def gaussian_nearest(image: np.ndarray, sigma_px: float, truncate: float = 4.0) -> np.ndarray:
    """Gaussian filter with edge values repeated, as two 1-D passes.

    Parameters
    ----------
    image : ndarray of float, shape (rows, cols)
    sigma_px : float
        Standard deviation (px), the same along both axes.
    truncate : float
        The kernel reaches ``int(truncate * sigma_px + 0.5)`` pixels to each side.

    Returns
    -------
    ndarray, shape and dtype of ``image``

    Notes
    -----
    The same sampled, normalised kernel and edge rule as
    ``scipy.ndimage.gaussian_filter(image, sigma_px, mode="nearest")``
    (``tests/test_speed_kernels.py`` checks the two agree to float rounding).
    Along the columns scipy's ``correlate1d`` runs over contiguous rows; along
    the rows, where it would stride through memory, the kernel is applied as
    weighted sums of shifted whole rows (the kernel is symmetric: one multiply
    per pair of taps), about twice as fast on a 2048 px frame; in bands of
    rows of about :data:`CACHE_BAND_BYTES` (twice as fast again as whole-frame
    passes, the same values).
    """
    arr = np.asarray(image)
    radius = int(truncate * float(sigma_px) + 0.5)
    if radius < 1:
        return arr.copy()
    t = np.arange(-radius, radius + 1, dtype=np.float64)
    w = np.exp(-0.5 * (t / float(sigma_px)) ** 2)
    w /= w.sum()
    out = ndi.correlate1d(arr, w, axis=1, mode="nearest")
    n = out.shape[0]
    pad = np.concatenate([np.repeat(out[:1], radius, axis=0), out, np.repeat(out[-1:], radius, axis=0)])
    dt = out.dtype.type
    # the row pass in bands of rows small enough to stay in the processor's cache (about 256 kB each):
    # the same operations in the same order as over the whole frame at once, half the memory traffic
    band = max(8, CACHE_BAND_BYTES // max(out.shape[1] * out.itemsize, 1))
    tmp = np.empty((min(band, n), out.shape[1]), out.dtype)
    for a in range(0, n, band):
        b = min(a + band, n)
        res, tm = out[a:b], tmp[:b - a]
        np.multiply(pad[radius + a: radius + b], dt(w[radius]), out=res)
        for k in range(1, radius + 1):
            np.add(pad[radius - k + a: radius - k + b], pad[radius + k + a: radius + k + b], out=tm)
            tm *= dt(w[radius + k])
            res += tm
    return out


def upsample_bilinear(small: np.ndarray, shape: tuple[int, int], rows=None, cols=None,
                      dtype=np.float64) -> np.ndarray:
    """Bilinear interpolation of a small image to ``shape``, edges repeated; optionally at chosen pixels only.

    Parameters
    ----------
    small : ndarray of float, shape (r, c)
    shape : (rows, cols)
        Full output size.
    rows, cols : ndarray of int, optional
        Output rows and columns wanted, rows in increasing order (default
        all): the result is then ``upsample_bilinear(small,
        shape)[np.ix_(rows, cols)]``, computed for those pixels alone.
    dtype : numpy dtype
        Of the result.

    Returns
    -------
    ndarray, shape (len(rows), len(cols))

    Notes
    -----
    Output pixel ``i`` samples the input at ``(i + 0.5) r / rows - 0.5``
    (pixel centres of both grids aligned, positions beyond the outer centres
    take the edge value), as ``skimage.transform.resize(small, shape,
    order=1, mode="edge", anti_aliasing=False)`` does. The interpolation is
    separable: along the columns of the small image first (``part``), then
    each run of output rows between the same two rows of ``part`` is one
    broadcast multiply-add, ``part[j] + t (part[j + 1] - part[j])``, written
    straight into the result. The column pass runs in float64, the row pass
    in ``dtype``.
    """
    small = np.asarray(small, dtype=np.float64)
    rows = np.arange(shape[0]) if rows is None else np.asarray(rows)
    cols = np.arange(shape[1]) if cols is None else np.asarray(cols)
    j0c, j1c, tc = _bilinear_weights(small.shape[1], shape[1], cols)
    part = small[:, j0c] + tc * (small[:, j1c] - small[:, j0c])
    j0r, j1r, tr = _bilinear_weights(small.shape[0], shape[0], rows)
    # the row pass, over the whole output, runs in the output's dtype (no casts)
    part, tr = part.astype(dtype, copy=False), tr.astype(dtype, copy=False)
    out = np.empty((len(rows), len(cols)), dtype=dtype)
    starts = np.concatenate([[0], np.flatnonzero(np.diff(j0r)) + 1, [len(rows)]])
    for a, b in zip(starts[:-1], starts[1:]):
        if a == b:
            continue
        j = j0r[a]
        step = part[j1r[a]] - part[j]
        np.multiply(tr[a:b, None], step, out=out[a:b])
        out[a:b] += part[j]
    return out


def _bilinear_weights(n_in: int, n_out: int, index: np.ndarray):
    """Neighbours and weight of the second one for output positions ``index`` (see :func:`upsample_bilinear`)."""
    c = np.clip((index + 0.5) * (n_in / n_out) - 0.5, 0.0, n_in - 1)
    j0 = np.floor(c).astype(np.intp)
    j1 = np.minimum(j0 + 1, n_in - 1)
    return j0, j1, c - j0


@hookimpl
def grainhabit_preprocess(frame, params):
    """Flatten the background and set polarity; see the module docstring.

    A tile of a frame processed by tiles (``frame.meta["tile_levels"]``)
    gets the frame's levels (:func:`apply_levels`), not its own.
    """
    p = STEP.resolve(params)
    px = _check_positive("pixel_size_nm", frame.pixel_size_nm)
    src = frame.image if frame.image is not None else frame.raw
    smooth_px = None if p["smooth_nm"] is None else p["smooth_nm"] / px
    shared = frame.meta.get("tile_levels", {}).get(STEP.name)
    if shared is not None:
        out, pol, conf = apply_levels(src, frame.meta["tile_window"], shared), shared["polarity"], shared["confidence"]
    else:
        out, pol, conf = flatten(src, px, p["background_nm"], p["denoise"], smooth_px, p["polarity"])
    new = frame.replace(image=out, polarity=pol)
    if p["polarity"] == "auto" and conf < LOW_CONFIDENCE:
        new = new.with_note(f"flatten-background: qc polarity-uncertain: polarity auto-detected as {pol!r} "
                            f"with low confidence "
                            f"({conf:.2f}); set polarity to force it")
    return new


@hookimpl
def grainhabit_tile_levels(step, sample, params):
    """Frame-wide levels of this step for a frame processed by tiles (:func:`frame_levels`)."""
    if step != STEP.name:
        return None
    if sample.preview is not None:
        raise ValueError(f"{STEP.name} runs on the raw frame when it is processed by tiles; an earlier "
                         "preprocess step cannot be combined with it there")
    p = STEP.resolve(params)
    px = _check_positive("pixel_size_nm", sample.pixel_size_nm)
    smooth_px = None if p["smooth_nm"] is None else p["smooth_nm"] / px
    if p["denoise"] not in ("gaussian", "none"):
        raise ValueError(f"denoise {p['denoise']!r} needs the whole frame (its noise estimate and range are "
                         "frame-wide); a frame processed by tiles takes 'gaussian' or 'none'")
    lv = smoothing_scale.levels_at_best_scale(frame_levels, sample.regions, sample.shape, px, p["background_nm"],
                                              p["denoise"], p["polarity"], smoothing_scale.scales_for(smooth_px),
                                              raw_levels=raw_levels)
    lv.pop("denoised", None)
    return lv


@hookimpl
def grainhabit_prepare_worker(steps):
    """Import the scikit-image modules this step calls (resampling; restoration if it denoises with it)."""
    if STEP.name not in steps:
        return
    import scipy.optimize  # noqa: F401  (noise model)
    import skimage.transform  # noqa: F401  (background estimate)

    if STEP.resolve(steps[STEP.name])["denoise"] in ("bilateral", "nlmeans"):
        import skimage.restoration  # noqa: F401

┄┄┄┄┄┄┄┄┄┄┄┄┄┄┄┄┄┄┄┄

*Work to be completed*
Copy each line in the entries above where "empty" turns up.

*Exercise solution*
    tmp = np.empty((min(band, n), out.shape[1]), out.dtype)
    out = np.empty((len(rows), len(cols)), dtype=dtype)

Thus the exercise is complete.